◆ **Problem details**
Return each line of the material verbatim.
┌─ Information supplied
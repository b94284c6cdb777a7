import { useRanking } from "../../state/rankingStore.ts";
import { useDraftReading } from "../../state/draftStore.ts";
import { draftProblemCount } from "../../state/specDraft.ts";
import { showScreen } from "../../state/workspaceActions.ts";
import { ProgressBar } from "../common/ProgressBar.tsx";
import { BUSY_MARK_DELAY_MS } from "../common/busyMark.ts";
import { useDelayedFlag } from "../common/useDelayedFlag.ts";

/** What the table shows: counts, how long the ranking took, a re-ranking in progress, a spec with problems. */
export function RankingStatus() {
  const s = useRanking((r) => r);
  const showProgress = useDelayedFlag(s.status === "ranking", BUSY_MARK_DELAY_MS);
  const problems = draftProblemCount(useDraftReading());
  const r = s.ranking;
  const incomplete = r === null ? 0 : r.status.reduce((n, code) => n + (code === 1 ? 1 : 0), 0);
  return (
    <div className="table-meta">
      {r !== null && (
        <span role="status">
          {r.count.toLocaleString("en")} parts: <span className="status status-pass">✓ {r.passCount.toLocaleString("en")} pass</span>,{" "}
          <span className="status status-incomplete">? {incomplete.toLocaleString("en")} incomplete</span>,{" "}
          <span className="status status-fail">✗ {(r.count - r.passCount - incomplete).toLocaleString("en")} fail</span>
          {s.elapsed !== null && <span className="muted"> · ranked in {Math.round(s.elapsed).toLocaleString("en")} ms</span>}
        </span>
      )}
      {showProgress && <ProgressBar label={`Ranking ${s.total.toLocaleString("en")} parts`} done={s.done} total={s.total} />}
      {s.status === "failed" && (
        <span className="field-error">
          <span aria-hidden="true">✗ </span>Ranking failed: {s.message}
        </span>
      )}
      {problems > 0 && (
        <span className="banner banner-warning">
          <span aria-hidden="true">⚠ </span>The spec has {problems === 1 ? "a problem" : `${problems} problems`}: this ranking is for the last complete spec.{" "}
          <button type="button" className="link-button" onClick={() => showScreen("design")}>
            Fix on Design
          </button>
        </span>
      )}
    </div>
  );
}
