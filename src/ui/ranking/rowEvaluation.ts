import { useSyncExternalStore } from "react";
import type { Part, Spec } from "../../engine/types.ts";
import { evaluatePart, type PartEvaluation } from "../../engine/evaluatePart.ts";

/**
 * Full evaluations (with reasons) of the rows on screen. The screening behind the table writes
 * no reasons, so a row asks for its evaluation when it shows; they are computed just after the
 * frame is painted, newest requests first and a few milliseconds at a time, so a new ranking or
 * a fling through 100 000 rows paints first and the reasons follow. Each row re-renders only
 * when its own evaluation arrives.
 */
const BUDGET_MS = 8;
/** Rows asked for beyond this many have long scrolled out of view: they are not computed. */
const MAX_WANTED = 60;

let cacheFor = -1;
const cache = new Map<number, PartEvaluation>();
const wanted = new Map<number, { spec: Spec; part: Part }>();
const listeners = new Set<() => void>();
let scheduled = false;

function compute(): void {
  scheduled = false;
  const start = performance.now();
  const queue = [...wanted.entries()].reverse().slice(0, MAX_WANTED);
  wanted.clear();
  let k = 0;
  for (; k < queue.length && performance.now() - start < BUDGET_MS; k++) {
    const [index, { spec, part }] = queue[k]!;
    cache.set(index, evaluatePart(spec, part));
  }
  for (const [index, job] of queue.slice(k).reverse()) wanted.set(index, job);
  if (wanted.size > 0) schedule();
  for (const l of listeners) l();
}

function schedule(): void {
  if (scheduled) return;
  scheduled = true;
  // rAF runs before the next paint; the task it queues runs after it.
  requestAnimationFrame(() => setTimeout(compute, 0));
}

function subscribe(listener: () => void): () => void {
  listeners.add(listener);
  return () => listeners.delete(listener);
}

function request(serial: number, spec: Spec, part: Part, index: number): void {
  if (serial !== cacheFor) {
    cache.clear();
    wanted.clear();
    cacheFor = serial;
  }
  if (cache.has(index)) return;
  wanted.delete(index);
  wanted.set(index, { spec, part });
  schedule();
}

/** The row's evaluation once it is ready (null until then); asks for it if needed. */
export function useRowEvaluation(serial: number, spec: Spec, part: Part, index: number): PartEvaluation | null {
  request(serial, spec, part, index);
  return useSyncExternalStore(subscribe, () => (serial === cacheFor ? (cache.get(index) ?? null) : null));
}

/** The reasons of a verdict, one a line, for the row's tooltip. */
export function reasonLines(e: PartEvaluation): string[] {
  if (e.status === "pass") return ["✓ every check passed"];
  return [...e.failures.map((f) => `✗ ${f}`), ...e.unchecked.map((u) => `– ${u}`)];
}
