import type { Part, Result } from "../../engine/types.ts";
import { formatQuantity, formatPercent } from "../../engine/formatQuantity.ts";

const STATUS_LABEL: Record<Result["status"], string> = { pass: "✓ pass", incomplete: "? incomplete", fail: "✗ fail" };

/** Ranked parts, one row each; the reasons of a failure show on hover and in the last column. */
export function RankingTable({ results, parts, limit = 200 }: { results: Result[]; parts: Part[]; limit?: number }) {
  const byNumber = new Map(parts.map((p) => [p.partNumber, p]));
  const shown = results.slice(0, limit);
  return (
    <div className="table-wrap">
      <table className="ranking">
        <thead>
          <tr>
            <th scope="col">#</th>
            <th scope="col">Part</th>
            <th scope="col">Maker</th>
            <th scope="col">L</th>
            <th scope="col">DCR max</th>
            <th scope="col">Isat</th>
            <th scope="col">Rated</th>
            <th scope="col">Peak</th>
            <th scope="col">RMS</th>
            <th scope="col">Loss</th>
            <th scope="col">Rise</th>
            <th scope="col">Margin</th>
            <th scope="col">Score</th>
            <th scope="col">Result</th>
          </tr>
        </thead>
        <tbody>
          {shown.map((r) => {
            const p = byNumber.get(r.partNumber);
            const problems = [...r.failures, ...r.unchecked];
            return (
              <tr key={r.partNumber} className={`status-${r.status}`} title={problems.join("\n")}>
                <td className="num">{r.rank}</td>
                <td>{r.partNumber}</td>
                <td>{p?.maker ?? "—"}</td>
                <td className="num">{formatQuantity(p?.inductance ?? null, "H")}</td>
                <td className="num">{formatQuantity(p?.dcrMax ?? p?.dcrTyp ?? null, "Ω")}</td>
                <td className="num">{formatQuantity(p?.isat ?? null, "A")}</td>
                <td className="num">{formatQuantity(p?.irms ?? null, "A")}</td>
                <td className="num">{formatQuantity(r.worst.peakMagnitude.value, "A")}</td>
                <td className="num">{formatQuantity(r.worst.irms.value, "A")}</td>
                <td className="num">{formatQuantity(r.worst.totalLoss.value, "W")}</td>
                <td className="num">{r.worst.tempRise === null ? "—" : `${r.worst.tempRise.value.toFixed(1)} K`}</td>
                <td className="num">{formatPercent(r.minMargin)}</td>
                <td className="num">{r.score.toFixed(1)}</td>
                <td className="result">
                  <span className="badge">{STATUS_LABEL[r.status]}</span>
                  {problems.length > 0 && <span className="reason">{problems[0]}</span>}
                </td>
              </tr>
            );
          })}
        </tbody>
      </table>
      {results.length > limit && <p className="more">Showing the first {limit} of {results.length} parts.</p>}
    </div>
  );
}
└─
◆ **Answer to this problem**
repository b94284c6cdb777a7
import { useRanking } from "../../state/rankingStore.ts";
import { useDraftReading } from "../../state/draftStore.ts";
import { draftProblemCount } from "../../state/specDraft.ts";
import { showScreen } from "../../state/workspaceActions.ts";
import { ProgressBar } from "../common/ProgressBar.tsx";
import { BUSY_MARK_DELAY_MS } from "../common/busyMark.ts";
import { useDelayedFlag } from "../common/useDelayedFlag.ts";

/** What the table shows: counts, how long the ranking took, a re-ranking in progress, a spec with problems. */
export function RankingStatus() {
  const s = useRanking((r) => r);
  const showProgress = useDelayedFlag(s.status === "ranking", BUSY_MARK_DELAY_MS);
  const problems = draftProblemCount(useDraftReading());
  const r = s.ranking;
  const incomplete = r === null ? 0 : r.status.reduce((n, code) => n + (code === 1 ? 1 : 0), 0);
  return (
    <div className="table-meta">
      {r !== null && (
        <span role="status">
          {r.count.toLocaleString("en")} parts: <span className="status status-pass">✓ {r.passCount.toLocaleString("en")} pass</span>,{" "}
          <span className="status status-incomplete">? {incomplete.toLocaleString("en")} incomplete</span>,{" "}
          <span className="status status-fail">✗ {(r.count - r.passCount - incomplete).toLocaleString("en")} fail</span>
          {s.elapsed !== null && <span className="muted"> · ranked in {Math.round(s.elapsed).toLocaleString("en")} ms</span>}
        </span>
      )}
      {showProgress && <ProgressBar label={`Ranking ${s.total.toLocaleString("en")} parts`} done={s.done} total={s.total} />}
      {s.status === "failed" && (
        <span className="field-error">
          <span aria-hidden="true">✗ </span>Ranking failed: {s.message}
        </span>
      )}
      {problems > 0 && (
        <span className="banner banner-warning">
          <span aria-hidden="true">⚠ </span>The spec has {problems === 1 ? "a problem" : `${problems} problems`}: this ranking is for the last complete spec.{" "}
          <button type="button" className="link-button" onClick={() => showScreen("design")}>
            Fix on Design
          </button>
        </span>
      )}
    </div>
  );
}
filename src/ui/ranking/rowEvaluation.ts
import { useSyncExternalStore } from "react";
import type { Part, Spec } from "../../engine/types.ts";
import { evaluatePart, type PartEvaluation } from "../../engine/evaluatePart.ts";

/**
 * Full evaluations (with reasons) of the rows on screen. The screening behind the table writes
 * no reasons, so a row asks for its evaluation when it shows; they are computed just after the
 * frame is painted, newest requests first and a few milliseconds at a time, so a new ranking or
 * a fling through 100 000 rows paints first and the reasons follow. Each row re-renders only
 * when its own evaluation arrives.
 */
const BUDGET_MS = 8;
/** Rows asked for beyond this many have long scrolled out of view: they are not computed. */
const MAX_WANTED = 60;

let cacheFor = -1;
const cache = new Map<number, PartEvaluation>();
const wanted = new Map<number, { spec: Spec; part: Part }>();
const listeners = new Set<() => void>();
let scheduled = false;

function compute(): void {
  scheduled = false;
  const start = performance.now();
  const queue = [...wanted.entries()].reverse().slice(0, MAX_WANTED);
  wanted.clear();
  let k = 0;
  for (; k < queue.length && performance.now() - start < BUDGET_MS; k++) {
    const [index, { spec, part }] = queue[k]!;
    cache.set(index, evaluatePart(spec, part));
  }
  for (const [index, job] of queue.slice(k).reverse()) wanted.set(index, job);
  if (wanted.size > 0) schedule();
  for (const l of listeners) l();
}

function schedule(): void {
  if (scheduled) return;
  scheduled = true;
  // rAF runs before the next paint; the task it queues runs after it.
  requestAnimationFrame(() => setTimeout(compute, 0));
}

function subscribe(listener: () => void): () => void {
  listeners.add(listener);
  return () => listeners.delete(listener);
}

function request(serial: number, spec: Spec, part: Part, index: number): void {
  if (serial !== cacheFor) {
    cache.clear();
    wanted.clear();
    cacheFor = serial;
  }
  if (cache.has(index)) return;
  wanted.delete(index);
  wanted.set(index, { spec, part });
  schedule();
}

/** The row's evaluation once it is ready (null until then); asks for it if needed. */
export function useRowEvaluation(serial: number, spec: Spec, part: Part, index: number): PartEvaluation | null {
  request(serial, spec, part, index);
  return useSyncExternalStore(subscribe, () => (serial === cacheFor ? (cache.get(index) ?? null) : null));
}

/** The reasons of a verdict, one a line, for the row's tooltip. */
export function reasonLines(e: PartEvaluation): string[] {
  if (e.status === "pass") return ["✓ every check passed"];
  return [...e.failures.map((f) => `✗ ${f}`), ...e.unchecked.map((u) => `– ${u}`)];
}
import type { Part, Result } from "../../engine/types.ts";
import { formatQuantity, formatPercent } from "../../engine/formatQuantity.ts";

const STATUS_LABEL: Record<Result["status"], string> = { pass: "✓ pass", incomplete: "? incomplete", fail: "✗ fail" };

/** Ranked parts, one row each; the reasons of a failure show on hover and in the last column. */
export function RankingTable({ results, parts, limit = 200 }: { results: Result[]; parts: Part[]; limit?: number }) {
  const byNumber = new Map(parts.map((p) => [p.partNumber, p]));
  const shown = results.slice(0, limit);
  return (
    <div className="table-wrap">
      <table className="ranking">
        <thead>
          <tr>
            <th scope="col">#</th>
            <th scope="col">Part</th>
            <th scope="col">Maker</th>
            <th scope="col">L</th>
            <th scope="col">DCR max</th>
            <th scope="col">Isat</th>
            <th scope="col">Rated</th>
            <th scope="col">Peak</th>
            <th scope="col">RMS</th>
            <th scope="col">Loss</th>
            <th scope="col">Rise</th>
            <th scope="col">Margin</th>
            <th scope="col">Score</th>
            <th scope="col">Result</th>
          </tr>
        </thead>
        <tbody>
          {shown.map((r) => {
            const p = byNumber.get(r.partNumber);
            const problems = [...r.failures, ...r.unchecked];
            return (
              <tr key={r.partNumber} className={`status-${r.status}`} title={problems.join("\n")}>
                <td className="num">{r.rank}</td>
                <td>{r.partNumber}</td>
                <td>{p?.maker ?? "—"}</td>
                <td className="num">{formatQuantity(p?.inductance ?? null, "H")}</td>
                <td className="num">{formatQuantity(p?.dcrMax ?? p?.dcrTyp ?? null, "Ω")}</td>
                <td className="num">{formatQuantity(p?.isat ?? null, "A")}</td>
                <td className="num">{formatQuantity(p?.irms ?? null, "A")}</td>
                <td className="num">{formatQuantity(r.worst.peakMagnitude.value, "A")}</td>
                <td className="num">{formatQuantity(r.worst.irms.value, "A")}</td>
                <td className="num">{formatQuantity(r.worst.totalLoss.value, "W")}</td>
                <td className="num">{r.worst.tempRise === null ? "—" : `${r.worst.tempRise.value.toFixed(1)} K`}</td>
                <td className="num">{formatPercent(r.minMargin)}</td>
                <td className="num">{r.score.toFixed(1)}</td>
                <td className="result">
                  <span className="badge">{STATUS_LABEL[r.status]}</span>
                  {problems.length > 0 && <span className="reason">{problems[0]}</span>}
                </td>
              </tr>
            );
          })}
        </tbody>
      </table>
      {results.length > limit && <p className="more">Showing the first {limit} of {results.length} parts.</p>}
    </div>
  );
}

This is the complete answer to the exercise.